**Data records**
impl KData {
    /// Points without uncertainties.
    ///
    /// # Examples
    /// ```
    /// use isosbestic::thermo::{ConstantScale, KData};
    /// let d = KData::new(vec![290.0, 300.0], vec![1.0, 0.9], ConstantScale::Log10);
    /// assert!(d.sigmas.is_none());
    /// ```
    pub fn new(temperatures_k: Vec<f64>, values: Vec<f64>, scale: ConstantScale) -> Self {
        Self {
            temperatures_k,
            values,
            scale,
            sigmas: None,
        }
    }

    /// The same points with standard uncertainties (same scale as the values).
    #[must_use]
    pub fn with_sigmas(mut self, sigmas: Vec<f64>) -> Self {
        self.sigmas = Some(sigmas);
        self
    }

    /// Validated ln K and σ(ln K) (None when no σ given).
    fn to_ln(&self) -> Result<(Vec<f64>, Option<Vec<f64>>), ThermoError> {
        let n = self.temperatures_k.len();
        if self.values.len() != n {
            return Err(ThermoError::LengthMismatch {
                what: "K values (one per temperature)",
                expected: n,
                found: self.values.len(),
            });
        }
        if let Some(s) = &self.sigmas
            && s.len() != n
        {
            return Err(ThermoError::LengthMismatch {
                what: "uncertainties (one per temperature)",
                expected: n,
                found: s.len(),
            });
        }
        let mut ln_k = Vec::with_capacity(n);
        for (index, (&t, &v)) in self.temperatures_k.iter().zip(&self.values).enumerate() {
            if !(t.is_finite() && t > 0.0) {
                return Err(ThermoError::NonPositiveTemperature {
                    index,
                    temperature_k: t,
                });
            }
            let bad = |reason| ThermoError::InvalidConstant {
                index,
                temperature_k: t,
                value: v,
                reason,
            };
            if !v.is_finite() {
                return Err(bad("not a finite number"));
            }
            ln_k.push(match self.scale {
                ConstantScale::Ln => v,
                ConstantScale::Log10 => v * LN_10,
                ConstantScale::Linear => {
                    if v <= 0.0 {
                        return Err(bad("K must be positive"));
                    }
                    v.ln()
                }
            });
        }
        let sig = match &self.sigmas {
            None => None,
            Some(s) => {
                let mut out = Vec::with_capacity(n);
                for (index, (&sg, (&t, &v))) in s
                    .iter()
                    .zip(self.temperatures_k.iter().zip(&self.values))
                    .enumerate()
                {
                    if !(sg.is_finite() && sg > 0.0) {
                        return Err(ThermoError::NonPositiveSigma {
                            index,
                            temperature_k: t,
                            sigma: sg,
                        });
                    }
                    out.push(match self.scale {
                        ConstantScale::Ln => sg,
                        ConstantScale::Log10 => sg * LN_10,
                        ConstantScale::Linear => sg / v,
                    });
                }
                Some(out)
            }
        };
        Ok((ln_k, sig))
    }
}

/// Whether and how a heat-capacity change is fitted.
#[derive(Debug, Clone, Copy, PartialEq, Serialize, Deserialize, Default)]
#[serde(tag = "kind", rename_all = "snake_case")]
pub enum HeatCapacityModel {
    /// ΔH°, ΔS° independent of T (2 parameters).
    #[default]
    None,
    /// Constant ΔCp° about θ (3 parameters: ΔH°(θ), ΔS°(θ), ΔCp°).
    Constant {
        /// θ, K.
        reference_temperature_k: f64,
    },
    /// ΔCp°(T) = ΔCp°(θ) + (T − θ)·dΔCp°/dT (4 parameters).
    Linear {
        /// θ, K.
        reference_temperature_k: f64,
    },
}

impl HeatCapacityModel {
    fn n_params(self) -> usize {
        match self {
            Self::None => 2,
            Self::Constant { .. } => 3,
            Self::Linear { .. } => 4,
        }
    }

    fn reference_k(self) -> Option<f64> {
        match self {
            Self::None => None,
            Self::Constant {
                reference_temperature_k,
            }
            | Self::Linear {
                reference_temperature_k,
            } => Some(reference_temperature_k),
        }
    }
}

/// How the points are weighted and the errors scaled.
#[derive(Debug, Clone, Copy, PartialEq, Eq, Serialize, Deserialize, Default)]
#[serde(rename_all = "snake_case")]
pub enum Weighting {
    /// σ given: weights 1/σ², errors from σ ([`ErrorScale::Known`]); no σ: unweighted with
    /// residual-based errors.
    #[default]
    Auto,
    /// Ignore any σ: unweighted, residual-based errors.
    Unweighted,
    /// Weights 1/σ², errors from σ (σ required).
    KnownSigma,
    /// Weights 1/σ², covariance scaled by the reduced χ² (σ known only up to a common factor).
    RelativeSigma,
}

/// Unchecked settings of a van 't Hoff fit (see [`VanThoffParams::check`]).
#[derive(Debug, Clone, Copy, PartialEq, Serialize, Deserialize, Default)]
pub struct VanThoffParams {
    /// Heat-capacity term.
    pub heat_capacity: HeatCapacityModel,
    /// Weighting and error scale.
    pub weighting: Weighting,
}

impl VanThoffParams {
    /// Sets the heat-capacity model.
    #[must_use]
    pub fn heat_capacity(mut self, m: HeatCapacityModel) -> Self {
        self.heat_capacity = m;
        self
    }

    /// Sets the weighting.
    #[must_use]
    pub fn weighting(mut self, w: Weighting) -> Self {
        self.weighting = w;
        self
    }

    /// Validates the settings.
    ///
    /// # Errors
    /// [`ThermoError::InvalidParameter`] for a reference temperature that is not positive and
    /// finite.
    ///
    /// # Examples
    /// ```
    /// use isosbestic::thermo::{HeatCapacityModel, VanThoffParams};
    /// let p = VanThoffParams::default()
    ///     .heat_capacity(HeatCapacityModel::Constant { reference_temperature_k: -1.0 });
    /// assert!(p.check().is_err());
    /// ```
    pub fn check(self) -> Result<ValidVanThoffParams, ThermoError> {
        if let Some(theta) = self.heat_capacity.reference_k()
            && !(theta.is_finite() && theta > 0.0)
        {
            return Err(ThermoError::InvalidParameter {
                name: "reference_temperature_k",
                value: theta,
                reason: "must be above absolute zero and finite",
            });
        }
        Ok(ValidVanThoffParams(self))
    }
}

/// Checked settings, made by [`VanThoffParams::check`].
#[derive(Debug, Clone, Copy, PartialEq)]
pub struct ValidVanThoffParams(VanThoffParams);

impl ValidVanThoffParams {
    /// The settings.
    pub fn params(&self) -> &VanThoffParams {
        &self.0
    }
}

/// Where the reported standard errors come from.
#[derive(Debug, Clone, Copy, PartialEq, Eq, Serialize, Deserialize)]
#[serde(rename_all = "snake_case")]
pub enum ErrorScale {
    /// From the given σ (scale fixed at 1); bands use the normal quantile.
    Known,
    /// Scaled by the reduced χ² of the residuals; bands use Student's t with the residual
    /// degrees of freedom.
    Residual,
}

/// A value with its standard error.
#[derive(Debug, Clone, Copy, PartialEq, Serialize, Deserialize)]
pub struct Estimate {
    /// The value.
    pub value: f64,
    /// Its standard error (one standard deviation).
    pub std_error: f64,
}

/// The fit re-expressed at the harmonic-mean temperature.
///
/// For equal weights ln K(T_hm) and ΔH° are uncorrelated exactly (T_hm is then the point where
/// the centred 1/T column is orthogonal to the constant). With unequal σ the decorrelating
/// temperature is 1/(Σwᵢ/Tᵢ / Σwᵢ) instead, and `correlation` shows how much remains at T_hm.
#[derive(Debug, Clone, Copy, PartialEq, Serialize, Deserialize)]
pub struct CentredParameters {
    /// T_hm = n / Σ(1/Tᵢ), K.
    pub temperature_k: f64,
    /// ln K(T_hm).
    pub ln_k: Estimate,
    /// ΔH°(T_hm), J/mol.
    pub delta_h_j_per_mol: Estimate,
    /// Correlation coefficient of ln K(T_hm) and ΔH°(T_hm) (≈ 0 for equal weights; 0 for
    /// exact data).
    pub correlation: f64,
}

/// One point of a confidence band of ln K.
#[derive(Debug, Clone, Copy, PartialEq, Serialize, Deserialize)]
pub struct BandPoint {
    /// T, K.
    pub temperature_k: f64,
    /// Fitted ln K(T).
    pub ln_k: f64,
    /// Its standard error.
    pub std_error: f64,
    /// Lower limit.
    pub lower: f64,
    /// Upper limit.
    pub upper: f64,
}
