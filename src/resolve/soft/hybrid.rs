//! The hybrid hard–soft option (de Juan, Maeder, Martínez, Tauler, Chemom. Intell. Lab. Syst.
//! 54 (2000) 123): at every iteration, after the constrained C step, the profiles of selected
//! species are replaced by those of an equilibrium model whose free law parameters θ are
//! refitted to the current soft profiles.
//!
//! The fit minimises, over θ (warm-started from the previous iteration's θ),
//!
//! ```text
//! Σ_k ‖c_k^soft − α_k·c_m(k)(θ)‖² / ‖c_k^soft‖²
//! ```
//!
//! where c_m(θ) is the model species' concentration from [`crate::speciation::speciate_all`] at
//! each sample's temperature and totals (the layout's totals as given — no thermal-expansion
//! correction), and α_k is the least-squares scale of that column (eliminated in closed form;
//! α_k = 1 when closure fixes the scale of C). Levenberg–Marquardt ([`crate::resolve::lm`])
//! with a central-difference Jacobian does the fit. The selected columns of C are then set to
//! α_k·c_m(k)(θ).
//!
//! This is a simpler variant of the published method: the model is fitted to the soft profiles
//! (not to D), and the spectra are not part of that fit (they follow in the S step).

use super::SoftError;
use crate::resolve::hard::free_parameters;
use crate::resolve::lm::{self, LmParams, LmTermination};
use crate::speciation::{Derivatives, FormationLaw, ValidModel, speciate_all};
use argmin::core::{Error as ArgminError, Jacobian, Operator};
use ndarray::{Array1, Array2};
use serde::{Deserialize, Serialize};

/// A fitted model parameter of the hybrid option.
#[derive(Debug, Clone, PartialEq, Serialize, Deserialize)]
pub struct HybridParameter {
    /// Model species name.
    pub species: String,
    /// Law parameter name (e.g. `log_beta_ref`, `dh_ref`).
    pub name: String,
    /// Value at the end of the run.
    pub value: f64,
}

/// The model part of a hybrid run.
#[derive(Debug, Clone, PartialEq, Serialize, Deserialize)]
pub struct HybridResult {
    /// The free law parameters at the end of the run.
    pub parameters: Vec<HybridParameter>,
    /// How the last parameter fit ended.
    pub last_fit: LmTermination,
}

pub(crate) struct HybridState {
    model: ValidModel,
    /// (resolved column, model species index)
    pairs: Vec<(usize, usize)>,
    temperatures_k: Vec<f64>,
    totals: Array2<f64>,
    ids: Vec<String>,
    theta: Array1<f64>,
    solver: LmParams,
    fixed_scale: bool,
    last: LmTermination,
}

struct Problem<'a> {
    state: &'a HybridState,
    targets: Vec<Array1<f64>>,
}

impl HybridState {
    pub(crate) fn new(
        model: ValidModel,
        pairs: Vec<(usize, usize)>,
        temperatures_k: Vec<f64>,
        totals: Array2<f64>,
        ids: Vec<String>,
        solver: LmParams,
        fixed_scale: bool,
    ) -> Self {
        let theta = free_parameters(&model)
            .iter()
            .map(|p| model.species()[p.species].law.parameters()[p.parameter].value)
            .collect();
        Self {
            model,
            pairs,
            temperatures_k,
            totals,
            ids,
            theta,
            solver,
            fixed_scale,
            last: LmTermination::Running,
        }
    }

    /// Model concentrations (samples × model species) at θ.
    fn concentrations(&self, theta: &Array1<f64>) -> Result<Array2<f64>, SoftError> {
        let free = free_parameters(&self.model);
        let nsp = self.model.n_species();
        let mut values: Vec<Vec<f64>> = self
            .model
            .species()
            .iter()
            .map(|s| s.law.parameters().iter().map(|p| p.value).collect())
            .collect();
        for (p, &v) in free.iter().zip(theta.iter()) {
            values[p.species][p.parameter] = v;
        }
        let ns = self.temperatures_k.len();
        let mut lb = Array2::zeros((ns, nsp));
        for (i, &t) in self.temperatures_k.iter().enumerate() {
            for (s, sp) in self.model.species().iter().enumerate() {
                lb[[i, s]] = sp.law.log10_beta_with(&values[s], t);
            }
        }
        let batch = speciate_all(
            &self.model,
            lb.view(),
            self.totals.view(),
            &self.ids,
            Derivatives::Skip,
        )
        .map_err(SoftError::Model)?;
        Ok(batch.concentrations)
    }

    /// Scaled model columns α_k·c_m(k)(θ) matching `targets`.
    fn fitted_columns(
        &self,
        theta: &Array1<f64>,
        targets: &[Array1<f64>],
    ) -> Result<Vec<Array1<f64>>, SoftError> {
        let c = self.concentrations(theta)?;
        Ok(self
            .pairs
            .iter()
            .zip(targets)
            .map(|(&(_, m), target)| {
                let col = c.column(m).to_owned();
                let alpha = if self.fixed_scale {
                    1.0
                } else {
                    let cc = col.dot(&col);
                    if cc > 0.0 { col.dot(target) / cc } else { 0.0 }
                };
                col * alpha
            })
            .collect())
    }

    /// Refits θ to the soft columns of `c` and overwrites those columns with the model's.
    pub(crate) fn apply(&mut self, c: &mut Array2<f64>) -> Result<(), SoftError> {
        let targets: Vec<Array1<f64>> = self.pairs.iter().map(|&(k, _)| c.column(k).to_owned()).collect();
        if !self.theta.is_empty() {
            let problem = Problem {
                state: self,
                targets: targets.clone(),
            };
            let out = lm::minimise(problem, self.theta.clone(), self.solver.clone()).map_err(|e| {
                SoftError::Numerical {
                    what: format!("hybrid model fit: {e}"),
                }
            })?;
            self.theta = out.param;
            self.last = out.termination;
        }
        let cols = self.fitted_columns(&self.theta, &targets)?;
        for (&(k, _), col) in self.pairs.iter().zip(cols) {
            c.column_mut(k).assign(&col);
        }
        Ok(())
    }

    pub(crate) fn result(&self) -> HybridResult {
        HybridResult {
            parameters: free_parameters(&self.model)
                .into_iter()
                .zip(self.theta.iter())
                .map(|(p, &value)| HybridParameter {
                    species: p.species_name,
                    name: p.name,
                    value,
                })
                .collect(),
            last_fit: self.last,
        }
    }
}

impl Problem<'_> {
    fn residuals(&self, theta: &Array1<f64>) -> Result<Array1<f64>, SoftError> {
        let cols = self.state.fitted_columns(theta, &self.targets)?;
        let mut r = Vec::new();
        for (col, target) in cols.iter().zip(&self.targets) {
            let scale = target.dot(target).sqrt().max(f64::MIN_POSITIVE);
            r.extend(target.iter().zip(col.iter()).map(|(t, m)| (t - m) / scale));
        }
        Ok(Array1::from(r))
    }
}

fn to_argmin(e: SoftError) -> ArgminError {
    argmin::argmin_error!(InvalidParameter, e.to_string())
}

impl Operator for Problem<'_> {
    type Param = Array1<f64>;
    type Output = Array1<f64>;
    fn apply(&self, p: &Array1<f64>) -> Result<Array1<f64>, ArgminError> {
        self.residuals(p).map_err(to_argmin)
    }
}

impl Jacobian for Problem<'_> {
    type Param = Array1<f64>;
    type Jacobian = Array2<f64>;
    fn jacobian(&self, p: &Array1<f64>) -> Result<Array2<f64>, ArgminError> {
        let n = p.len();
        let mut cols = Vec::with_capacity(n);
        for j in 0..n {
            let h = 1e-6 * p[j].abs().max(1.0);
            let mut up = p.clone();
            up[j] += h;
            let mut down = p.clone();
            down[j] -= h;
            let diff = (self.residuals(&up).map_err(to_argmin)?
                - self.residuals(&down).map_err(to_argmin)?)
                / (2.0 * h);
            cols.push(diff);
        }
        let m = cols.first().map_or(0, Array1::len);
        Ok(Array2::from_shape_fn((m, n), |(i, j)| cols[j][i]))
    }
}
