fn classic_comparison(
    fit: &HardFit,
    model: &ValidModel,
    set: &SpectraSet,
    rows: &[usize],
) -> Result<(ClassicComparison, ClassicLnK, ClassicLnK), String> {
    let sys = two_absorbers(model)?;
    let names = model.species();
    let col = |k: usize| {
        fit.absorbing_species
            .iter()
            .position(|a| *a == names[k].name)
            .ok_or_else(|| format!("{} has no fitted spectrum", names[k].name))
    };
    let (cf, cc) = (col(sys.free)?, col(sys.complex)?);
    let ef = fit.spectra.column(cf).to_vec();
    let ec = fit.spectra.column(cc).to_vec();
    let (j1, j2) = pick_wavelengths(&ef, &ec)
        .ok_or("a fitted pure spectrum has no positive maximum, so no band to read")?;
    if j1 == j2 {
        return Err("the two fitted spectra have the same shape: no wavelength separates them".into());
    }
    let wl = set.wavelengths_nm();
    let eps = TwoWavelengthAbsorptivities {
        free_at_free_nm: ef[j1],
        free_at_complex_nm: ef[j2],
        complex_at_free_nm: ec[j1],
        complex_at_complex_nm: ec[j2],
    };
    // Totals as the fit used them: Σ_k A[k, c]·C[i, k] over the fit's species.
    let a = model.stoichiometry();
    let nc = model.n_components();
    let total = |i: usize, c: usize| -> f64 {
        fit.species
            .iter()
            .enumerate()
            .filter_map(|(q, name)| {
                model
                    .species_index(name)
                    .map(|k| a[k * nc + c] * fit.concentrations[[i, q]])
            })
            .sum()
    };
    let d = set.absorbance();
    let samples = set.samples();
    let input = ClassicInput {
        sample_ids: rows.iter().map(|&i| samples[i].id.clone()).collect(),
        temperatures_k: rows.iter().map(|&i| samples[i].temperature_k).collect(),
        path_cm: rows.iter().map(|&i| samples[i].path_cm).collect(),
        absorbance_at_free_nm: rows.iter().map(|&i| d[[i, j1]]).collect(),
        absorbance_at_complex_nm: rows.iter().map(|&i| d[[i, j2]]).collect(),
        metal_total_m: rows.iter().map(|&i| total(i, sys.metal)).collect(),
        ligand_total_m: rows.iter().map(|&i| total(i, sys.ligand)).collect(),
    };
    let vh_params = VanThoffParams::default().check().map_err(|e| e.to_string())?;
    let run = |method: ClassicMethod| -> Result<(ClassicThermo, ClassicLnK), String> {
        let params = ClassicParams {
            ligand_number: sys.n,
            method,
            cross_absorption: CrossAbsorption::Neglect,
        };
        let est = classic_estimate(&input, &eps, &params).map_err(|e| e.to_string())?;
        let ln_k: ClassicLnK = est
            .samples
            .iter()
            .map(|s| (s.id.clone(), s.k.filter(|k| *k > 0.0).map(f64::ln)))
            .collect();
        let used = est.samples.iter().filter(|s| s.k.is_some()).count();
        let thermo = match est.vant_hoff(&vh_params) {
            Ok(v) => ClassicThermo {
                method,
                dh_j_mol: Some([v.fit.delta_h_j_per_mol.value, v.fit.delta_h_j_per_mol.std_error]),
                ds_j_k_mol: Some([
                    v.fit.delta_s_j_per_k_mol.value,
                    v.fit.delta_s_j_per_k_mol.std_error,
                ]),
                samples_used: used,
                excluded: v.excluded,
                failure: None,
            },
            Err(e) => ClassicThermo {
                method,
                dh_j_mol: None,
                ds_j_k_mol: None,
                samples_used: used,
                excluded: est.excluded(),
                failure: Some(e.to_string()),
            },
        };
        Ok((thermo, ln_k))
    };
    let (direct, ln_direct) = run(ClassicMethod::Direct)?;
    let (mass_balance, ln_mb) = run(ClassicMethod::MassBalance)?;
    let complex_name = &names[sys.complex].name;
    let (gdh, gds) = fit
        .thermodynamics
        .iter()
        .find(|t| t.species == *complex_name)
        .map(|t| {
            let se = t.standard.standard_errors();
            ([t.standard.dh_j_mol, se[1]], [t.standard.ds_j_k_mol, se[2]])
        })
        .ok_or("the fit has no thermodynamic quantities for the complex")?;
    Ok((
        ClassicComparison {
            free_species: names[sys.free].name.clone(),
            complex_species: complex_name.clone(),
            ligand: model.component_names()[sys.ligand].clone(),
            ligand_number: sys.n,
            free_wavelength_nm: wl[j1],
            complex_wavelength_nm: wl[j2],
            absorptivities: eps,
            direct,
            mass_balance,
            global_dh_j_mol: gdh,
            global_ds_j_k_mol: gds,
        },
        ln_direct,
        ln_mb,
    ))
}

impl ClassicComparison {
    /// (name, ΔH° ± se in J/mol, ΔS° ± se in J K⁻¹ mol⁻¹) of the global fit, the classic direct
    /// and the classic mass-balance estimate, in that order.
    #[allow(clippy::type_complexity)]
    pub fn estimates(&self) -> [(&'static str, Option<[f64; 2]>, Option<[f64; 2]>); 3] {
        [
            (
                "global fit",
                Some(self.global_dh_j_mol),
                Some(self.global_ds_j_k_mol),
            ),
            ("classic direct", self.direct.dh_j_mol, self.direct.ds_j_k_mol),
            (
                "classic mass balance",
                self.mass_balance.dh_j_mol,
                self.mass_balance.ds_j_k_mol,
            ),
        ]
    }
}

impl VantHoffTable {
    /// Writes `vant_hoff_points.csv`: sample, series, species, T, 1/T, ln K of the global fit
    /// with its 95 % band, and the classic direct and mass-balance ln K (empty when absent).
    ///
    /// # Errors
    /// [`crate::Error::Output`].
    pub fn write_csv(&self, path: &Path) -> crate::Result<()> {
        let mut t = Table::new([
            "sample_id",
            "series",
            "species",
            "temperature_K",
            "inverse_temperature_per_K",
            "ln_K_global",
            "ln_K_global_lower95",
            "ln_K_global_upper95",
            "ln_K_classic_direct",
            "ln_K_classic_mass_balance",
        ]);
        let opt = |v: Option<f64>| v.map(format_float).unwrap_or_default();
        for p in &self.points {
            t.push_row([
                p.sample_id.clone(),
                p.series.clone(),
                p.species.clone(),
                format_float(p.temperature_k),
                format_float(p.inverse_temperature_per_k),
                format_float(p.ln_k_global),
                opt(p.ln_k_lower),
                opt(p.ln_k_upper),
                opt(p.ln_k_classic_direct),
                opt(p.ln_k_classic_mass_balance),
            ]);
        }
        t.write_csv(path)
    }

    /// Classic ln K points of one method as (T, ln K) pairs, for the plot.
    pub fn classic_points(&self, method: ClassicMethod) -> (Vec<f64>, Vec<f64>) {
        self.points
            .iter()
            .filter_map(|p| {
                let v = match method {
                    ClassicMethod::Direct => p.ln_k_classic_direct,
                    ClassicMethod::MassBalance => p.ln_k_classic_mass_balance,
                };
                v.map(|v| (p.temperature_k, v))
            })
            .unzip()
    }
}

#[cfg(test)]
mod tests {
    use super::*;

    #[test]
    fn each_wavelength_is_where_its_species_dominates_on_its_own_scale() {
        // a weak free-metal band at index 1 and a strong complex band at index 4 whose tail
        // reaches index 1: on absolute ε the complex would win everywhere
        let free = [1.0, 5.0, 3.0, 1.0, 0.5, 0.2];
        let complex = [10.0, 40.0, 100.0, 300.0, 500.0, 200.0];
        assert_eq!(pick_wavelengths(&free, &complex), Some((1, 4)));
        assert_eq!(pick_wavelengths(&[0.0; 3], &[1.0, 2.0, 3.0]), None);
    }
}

**Assignment**
All lines from the top of the data through the line containing "fn to_ln(&self) ->" need to be retyped exactly, and nothing more.

**Written reply**
impl KData {
    /// Points without uncertainties.
    ///
    /// # Examples
    /// ```
    /// use isosbestic::thermo::{ConstantScale, KData};
    /// let d = KData::new(vec![290.0, 300.0], vec![1.0, 0.9], ConstantScale::Log10);
    /// assert!(d.sigmas.is_none());
    /// ```
    pub fn new(temperatures_k: Vec<f64>, values: Vec<f64>, scale: ConstantScale) -> Self {
        Self {
            temperatures_k,
            values,
            scale,
            sigmas: None,
        }
    }

    /// The same points with standard uncertainties (same scale as the values).
    #[must_use]
    pub fn with_sigmas(mut self, sigmas: Vec<f64>) -> Self {
        self.sigmas = Some(sigmas);
        self
    }

    /// Validated ln K and σ(ln K) (None when no σ given).
    fn to_ln(&self) -> Result<(Vec<f64>, Option<Vec<f64>>), ThermoError> {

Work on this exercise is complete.